Copy, exactly and without additions, every line in the records below from the one holding "Assert.True(Math.Abs(total[c].Variance - variance)" through the one holding "SquaredDeviations = -1", both ends included.
--
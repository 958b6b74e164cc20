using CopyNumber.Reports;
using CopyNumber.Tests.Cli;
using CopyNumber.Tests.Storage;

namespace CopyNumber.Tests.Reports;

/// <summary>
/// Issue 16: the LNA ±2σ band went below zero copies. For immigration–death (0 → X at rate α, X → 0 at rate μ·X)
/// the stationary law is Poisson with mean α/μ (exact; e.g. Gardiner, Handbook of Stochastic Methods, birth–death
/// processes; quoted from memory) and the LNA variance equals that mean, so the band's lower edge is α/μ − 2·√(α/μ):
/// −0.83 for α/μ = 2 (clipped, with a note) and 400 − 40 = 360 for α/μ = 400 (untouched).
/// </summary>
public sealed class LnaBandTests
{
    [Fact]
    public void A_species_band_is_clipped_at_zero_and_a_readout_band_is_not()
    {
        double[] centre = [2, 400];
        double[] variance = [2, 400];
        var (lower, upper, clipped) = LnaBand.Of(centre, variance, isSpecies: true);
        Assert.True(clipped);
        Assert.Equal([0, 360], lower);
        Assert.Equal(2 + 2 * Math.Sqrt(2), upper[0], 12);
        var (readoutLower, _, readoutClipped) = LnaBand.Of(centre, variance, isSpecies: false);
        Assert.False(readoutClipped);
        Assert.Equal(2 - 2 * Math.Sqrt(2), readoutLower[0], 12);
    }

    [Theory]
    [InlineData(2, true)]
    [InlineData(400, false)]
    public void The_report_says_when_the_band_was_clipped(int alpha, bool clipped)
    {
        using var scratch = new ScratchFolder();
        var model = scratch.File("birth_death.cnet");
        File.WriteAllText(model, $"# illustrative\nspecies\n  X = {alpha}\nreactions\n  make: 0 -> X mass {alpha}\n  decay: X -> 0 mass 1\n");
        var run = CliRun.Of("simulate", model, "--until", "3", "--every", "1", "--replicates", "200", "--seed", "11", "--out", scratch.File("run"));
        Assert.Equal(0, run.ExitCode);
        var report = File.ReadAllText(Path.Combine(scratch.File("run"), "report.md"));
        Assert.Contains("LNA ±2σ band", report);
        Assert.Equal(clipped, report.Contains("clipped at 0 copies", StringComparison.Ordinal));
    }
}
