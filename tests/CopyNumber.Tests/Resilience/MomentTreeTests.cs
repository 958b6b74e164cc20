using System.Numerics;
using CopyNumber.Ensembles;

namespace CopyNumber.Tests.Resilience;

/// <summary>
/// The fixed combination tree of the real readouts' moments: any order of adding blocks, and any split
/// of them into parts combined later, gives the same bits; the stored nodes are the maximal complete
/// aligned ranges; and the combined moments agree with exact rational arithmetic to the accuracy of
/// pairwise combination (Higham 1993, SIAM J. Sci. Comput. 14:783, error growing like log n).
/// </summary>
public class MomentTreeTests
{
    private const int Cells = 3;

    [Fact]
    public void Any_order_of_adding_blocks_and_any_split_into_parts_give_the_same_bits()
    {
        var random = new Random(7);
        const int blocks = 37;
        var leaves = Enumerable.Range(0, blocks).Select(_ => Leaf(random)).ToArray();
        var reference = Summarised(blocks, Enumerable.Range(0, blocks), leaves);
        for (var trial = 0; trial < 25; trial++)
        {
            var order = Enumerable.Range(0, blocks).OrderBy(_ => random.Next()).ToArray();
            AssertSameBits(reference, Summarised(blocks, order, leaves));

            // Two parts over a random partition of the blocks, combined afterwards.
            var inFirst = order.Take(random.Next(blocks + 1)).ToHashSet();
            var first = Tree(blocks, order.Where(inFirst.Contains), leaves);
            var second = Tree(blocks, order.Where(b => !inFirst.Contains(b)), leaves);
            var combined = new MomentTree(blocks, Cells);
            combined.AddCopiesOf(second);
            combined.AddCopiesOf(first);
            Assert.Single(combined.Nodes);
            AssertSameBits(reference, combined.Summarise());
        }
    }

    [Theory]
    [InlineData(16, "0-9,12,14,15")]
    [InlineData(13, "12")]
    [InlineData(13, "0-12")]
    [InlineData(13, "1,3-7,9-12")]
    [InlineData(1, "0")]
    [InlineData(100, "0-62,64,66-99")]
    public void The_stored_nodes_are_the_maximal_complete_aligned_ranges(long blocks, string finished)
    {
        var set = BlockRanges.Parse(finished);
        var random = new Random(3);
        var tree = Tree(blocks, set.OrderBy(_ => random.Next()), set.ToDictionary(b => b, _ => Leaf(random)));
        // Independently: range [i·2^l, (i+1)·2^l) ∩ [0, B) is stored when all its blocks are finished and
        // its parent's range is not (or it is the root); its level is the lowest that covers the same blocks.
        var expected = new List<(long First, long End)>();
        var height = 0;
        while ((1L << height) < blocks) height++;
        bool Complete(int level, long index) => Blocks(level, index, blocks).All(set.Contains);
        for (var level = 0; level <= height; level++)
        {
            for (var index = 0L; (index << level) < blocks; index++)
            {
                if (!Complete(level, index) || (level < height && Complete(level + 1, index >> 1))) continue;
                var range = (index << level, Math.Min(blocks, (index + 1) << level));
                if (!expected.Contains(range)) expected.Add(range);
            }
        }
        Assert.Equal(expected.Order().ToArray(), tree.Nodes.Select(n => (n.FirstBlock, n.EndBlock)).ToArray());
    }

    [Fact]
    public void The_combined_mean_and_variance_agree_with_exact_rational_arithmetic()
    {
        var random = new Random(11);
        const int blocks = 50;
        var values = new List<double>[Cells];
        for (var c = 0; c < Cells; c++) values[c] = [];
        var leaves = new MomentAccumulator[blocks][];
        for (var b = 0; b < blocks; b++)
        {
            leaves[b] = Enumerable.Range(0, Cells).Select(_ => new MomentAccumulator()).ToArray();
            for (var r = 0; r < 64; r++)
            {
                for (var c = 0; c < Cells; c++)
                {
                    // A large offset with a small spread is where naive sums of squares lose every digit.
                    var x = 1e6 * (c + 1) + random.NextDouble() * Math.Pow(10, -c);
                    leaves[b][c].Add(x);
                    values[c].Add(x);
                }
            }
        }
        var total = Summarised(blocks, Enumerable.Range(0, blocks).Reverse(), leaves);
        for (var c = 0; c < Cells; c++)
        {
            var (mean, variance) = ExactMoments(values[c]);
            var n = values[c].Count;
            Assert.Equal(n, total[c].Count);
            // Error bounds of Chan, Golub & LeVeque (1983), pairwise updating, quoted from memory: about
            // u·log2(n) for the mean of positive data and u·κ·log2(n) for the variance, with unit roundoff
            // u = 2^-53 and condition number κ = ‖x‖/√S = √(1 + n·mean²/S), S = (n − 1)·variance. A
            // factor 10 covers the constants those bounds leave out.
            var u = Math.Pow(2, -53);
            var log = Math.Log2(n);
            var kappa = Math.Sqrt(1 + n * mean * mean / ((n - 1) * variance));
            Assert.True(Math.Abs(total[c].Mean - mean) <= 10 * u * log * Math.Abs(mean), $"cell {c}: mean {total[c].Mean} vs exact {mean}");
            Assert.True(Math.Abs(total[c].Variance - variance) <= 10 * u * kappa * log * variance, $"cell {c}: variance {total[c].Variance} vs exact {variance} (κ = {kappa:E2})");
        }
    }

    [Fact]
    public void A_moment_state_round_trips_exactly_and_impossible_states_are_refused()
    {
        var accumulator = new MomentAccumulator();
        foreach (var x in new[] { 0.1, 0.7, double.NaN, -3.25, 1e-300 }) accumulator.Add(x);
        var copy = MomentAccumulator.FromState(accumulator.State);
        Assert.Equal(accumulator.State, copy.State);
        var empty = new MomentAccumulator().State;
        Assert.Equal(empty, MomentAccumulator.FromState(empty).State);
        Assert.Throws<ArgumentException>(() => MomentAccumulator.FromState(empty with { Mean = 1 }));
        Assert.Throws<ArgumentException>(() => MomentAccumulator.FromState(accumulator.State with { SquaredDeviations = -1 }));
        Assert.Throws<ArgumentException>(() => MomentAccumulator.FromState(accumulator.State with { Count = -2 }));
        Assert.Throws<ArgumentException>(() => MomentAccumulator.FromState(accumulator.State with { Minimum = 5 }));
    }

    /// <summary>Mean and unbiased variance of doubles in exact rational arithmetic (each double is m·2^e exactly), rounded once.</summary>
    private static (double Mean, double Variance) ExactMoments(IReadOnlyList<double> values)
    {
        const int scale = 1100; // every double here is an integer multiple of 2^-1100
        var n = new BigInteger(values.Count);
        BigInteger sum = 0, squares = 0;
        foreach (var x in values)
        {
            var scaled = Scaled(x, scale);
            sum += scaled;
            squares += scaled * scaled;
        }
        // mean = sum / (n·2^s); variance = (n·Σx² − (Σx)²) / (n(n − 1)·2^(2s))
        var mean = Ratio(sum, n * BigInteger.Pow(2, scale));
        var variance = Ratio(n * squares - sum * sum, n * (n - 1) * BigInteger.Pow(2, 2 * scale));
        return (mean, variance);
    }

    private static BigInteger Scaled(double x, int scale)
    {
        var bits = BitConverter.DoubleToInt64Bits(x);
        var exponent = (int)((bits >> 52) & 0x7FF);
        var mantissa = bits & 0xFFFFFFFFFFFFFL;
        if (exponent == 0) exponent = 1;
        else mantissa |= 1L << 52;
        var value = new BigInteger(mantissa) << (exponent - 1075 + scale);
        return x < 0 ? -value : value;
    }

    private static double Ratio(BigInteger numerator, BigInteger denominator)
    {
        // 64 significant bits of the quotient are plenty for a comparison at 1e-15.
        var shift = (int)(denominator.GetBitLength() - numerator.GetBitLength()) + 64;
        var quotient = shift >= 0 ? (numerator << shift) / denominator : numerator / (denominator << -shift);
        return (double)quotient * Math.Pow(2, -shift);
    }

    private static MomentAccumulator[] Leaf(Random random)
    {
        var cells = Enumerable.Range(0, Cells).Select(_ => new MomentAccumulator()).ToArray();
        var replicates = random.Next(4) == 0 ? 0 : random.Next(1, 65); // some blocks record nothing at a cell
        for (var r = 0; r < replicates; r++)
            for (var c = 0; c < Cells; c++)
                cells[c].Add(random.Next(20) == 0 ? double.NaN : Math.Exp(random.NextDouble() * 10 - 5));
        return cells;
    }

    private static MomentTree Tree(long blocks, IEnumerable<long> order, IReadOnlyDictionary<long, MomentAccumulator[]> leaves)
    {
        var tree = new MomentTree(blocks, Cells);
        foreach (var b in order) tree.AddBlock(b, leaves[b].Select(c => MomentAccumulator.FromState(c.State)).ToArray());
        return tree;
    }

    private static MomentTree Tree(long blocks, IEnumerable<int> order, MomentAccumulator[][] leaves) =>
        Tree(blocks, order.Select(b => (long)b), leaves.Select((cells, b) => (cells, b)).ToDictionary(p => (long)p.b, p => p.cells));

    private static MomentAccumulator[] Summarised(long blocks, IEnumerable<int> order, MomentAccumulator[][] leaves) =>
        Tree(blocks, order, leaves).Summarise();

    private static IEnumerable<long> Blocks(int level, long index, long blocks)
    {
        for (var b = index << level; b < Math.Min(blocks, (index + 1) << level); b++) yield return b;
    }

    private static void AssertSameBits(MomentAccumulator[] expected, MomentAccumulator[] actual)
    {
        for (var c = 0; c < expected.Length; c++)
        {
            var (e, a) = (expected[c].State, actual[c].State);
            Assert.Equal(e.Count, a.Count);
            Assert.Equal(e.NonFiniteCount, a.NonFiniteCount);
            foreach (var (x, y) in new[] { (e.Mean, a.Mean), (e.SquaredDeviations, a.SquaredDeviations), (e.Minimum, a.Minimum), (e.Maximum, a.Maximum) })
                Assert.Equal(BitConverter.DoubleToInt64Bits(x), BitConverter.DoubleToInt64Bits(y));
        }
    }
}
--
* Solution to the exercise *
            Assert.True(Math.Abs(total[c].Variance - variance) <= 10 * u * kappa * log * variance, $"cell {c}: variance {total[c].Variance} vs exact {variance} (κ = {kappa:E2})");
        }
    }

    [Fact]
    public void A_moment_state_round_trips_exactly_and_impossible_states_are_refused()
    {
        var accumulator = new MomentAccumulator();
        foreach (var x in new[] { 0.1, 0.7, double.NaN, -3.25, 1e-300 }) accumulator.Add(x);
        var copy = MomentAccumulator.FromState(accumulator.State);
        Assert.Equal(accumulator.State, copy.State);
        var empty = new MomentAccumulator().State;
        Assert.Equal(empty, MomentAccumulator.FromState(empty).State);
        Assert.Throws<ArgumentException>(() => MomentAccumulator.FromState(empty with { Mean = 1 }));
        Assert.Throws<ArgumentException>(() => MomentAccumulator.FromState(accumulator.State with { SquaredDeviations = -1 }));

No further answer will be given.